Cattle futures were mixed, with higher wholesale prices and expectations of tight cattle supplies this fall giving market support, traders said.

China has opened an anti-dumping investigation into imported pork and its by-products from the European Union, a step that appears mainly aimed at Spain, the Netherlands and Denmark, in response to curbs on its electric vehicle exports.

The investigation announced by China's commerce ministry on Monday will focus on pork intended for human consumption, such as fresh, cold and frozen whole cuts, as well as pig intestines, bladders and stomachs. The probe will begin on June 17.

All of this comes as China continues to cull its sow herd, said Karl Setzer, partner at Consus Ag.

And U.S. pork exports into China continue to face retaliatory duties of 25% in response to Section 232 steel and aluminum tariffs that were put into place in the U.S.-China trade war during the Trump Administration.

"The simple fact is that a lot of traders have been looking for any sort of bottom in this hog market, and this served as one," said Rich Nelson, chief strategist at Allendale Inc.

Meanwhile, wholesale prices for U.S. pork eased.
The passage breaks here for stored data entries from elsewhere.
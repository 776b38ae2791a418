// Accounts from a person's side: register as a member, sign out, reset a forgotten password by the
// e-mailed single-use link, and sign in with the new one.
import { expect, test } from '@playwright/test';
import { SCREENSHOTS, signIn, waitForMail } from './support';

test('register, forget the password, reset it by the e-mailed link (once), sign in again', async ({ page }) => {
  const email = `newcomer.${Date.now().toString(36)}@kestrelfen.example`;
  await page.goto('/register');
  await page.getByLabel('E-mail').fill(email);
  await page.getByLabel('Name').fill('Wren Halloway');
  await page.getByLabel(/call sign/i).fill('Q9WHY');
  await page.getByLabel('Password', { exact: true }).fill('marsh lantern antenna');
  await page.screenshot({ path: `${SCREENSHOTS}/register.png` });
  await page.getByRole('button', { name: 'Register' }).click();
  await expect(page).toHaveURL(/\/tickets/);
  await expect(page.getByText('Wren Halloway')).toBeVisible();

  // Sign out from the account menu.
  await page.getByText('Wren Halloway').click();
  await page.getByRole('menuitem', { name: /sign out/i }).click();
  await expect(page).toHaveURL(/sign-in/);

  await page.goto('/forgot-password');
  await page.getByLabel('E-mail').fill(email);
  await page.getByRole('button', { name: 'Send the link' }).click();
  const mail = await waitForMail(email, /reset/i);
  const link = /https?:\/\/\S+\/reset-password\?token=[\w-]+/.exec(mail.text ?? '')?.[0];
  expect(link, 'the mail carries a reset link').toBeTruthy();
  const path = new URL(link!).pathname + new URL(link!).search;

  await page.goto(path);
  await page.getByLabel('New password').fill('reed bed receiver 7');
  await page.getByRole('button', { name: 'Save the new password' }).click();
  await expect(page.getByText(/password is changed/i)).toBeVisible();

  // The link works once.
  await page.goto(path);
  await page.getByLabel('New password').fill('another fresh passphrase');
  await page.getByRole('button', { name: 'Save the new password' }).click();
  await expect(page.getByRole('alert')).toContainText('This link has expired or was already used.');
  await expect(page.getByRole('link', { name: 'Ask for a new link' })).toBeVisible();
  await expect(page.getByText(/password is changed/i)).toHaveCount(0);

  await signIn(page, { email, password: 'reed bed receiver 7' });
  await expect(page).toHaveURL(/\/tickets/);
});

test('the reset page opened without the e-mailed token says so before any form', async ({ page }) => {
  await page.goto('/reset-password');
  await expect(page.getByRole('alert')).toContainText('this address has no token in it');
  await expect(page.getByLabel('New password')).toHaveCount(0);
  await page.getByRole('link', { name: 'Ask for a new link' }).click();
  await expect(page).toHaveURL(/\/forgot-password/);
});

test('a wrong password is refused with a message and no session', async ({ page }) => {
  await page.goto('/sign-in');
  await page.getByLabel('E-mail').fill('member@kestrelfen.example');
  await page.getByLabel('Password', { exact: true }).fill('not the right one at all');
  await page.getByRole('button', { name: /sign in/i }).click();
  await expect(page.getByText(/e-mail address and password do not match/i)).toBeVisible();
  await expect(page).toHaveURL(/sign-in/);
  const status = await page.evaluate(async () => (await fetch('/api/tickets')).status);
  expect(status).toBe(401);
});
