// Firmware library and flash attempts, end to end: a technician uploads an image (progress bar,
// then its checksums), opens a ticket in Reflash, sees the transfer plan, records a failed and then
// a verified attempt with a serial log, and moves the ticket on to Bench test.
import { createHash, randomBytes } from 'node:crypto';
import { expect, test } from '@playwright/test';
import { DEMO, SCREENSHOTS, signIn } from './support';

test('upload an image, record a failed then a verified flash attempt, move the ticket to Bench test', async ({ page, context }) => {
  await signIn(page, DEMO.technician);
  const model = `Fenwick Heron 90 e2e ${Date.now().toString(36)}`;

  // A ticket of that model in the Reflash lane, made through the API as the bench would.
  const xsrf = async () => (await context.cookies()).find((c) => c.name === 'XSRF-TOKEN')?.value ?? '';
  const opened = await page.request.post('/api/tickets', {
    headers: { 'X-XSRF-TOKEN': await xsrf() },
    data: {
      equipmentKind: 'transceiver', makeModel: model, units: ['main body'], faultReported: 'Dark display after a power cut.',
      accessories: [], reflashConsent: true, notifyByEmail: false, owner: { name: 'Ebba Strand', email: 'ebba.strand@fenmail.example' },
    },
  });
  expect(opened.status()).toBe(201);
  let ticket = await opened.json();
  for (const to of ['diagnosis', 'reflash']) {
    const moved = await page.request.post(`/api/tickets/${ticket.tag}/moves`, { headers: { 'X-XSRF-TOKEN': await xsrf() }, data: { to, version: ticket.version } });
    expect(moved.status()).toBe(200);
    ticket = await moved.json();
  }

  // Upload: the progress bar shows while the bytes go up (the answer is held back a moment so it can be seen).
  const bytes = randomBytes(300 * 1024);
  const sha256 = createHash('sha256').update(bytes).digest('hex');
  await page.route('**/api/firmware', async (route) => {
    if (route.request().method() !== 'POST') return route.continue();
    await new Promise((r) => setTimeout(r, 1200));
    await route.continue();
  });
  await page.goto('/firmware');
  await expect(page.getByRole('heading', { name: 'Firmware library' })).toBeVisible();
  await page.getByText('Upload an image').click();
  const form = page.getByRole('region', { name: 'Upload an image' });
  await page.locator('#firmware-file').setInputFiles({ name: 'heron90-main-3.02.bin', mimeType: 'application/octet-stream', buffer: bytes });
  await form.getByLabel('Equipment model').fill(model);
  await form.getByRole('combobox', { name: 'Unit' }).click();
  await page.getByRole('option', { name: 'Main board' }).click();
  await form.getByLabel('Version').fill('3.02');
  await form.getByLabel('Where the file came from').fill('Invented for the browser test');
  await form.getByRole('button', { name: /upload to the library/i }).click();
  await expect(page.getByRole('progressbar', { name: 'Upload progress' })).toBeVisible();
  await page.screenshot({ path: `${SCREENSHOTS}/firmware-upload-progress.png`, fullPage: true });
  await expect(page.getByTestId('sha256')).toHaveText(sha256);
  await expect(page.getByTestId('upload-result')).toContainText('CRC-16/XMODEM');
  await page.screenshot({ path: `${SCREENSHOTS}/firmware-uploaded.png`, fullPage: true });
  await page.unroute('**/api/firmware');

  // The ticket in Reflash: cautions, the image that fits, and the transfer plan.
  await page.goto(`/tickets/${ticket.tag}`);
  await expect(page.getByText('Before you flash')).toBeVisible();
  await expect(page.getByTestId('image-3.02')).toBeVisible();
  // 307,200 bytes: 2400 blocks of 128; 2400 × 133 + 1 = 319,201 bytes on the wire; × 10 / 115200 = 27.7 s → "at least 28 s".
  await expect(page.getByTestId('transfer-plan')).toContainText('at least 28 s');
  await expect(page.getByRole('button', { name: 'Move to Bench test' })).toBeDisabled();

  await page.getByLabel('Port').fill('/dev/ttyUSB0');
  await page.getByRole('radio', { name: 'Transfer failed', exact: true }).check();
  await page.getByLabel('Failed at block').fill('1201');
  await expect(page.getByText('of 2400: 50 % of the image sent')).toBeVisible();
  await page.getByRole('textbox', { name: 'Notes', exact: true }).fill('Supply dipped when the fan started.');
  await page.locator('#serial-log-file').setInputFiles({ name: 'minicom.txt', mimeType: 'text/plain', buffer: Buffer.from('Erase OK\nC\nBlock 1201 NAK\nTimeout, transfer aborted\n') });
  await page.getByRole('button', { name: 'Record attempt 1' }).click();
  await expect(page.getByText('Attempt 1 recorded: Transfer failed.')).toBeVisible();
  await expect(page.locator('[data-attempt="1"]')).toContainText('at block 1201 of 2400 (50 % sent)');

  await page.getByRole('radio', { name: 'Verified running', exact: true }).check();
  await page.locator('#serial-log-file').setInputFiles({ name: 'minicom-2.txt', mimeType: 'text/plain', buffer: Buffer.from('Erase OK\nC\nTransfer complete\nBooting 3.02\n') });
  await page.getByRole('button', { name: 'Record attempt 2' }).click();
  await expect(page.getByText('Attempt 2 recorded: Verified running.')).toBeVisible();
  await expect(page.getByText('Firmware now:')).toBeVisible();

  // The log is searchable on the ticket.
  await page.getByLabel('Search notes and serial logs').fill('NAK');
  await expect(page.locator('[data-attempt]')).toHaveCount(1);
  await expect(page.locator('[data-attempt="1"] .matches')).toContainText('Block 1201 NAK');
  await expect(page.getByRole('button', { name: 'Record attempt 3' })).toBeVisible();
  await page.screenshot({ path: `${SCREENSHOTS}/flash-attempts.png`, fullPage: true });

  // The verified attempt releases the guard.
  const move = page.getByRole('button', { name: 'Move to Bench test' });
  await expect(move).toBeEnabled();
  await move.click();
  await expect(page.locator('.mdc-snackbar__label')).toContainText('moved to Bench test');
});

test('a member cannot reach the Firmware library', async ({ page }) => {
  await signIn(page, DEMO.member);
  await expect(page.getByRole('link', { name: 'Firmware library' })).toHaveCount(0);
  const status = await page.evaluate(async () => (await fetch('/api/firmware')).status);
  expect(status).toBe(403);
});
The U.S. Department of Agriculture on Monday morning priced the pork carcass cutout at $98.38 per hundredweight (cwt), down $2.97 from Friday. Pork bellies, loin, butt and rib prices also were lower.

CME July hogs closed 1.725 cents higher at 95.375 cents per pound. Earlier in the session, the contract rose to 95.825 cents per pound, the highest since June 17.

CME August live cattle settled 0.375 cent lower at 182.800 cents per pound. CME August feeder cattle ended down 0.650 cents to end at 261.325 cents per pound. (Reporting by P.J. Huffstutter in Chicago; Editing by Vijay Kishore)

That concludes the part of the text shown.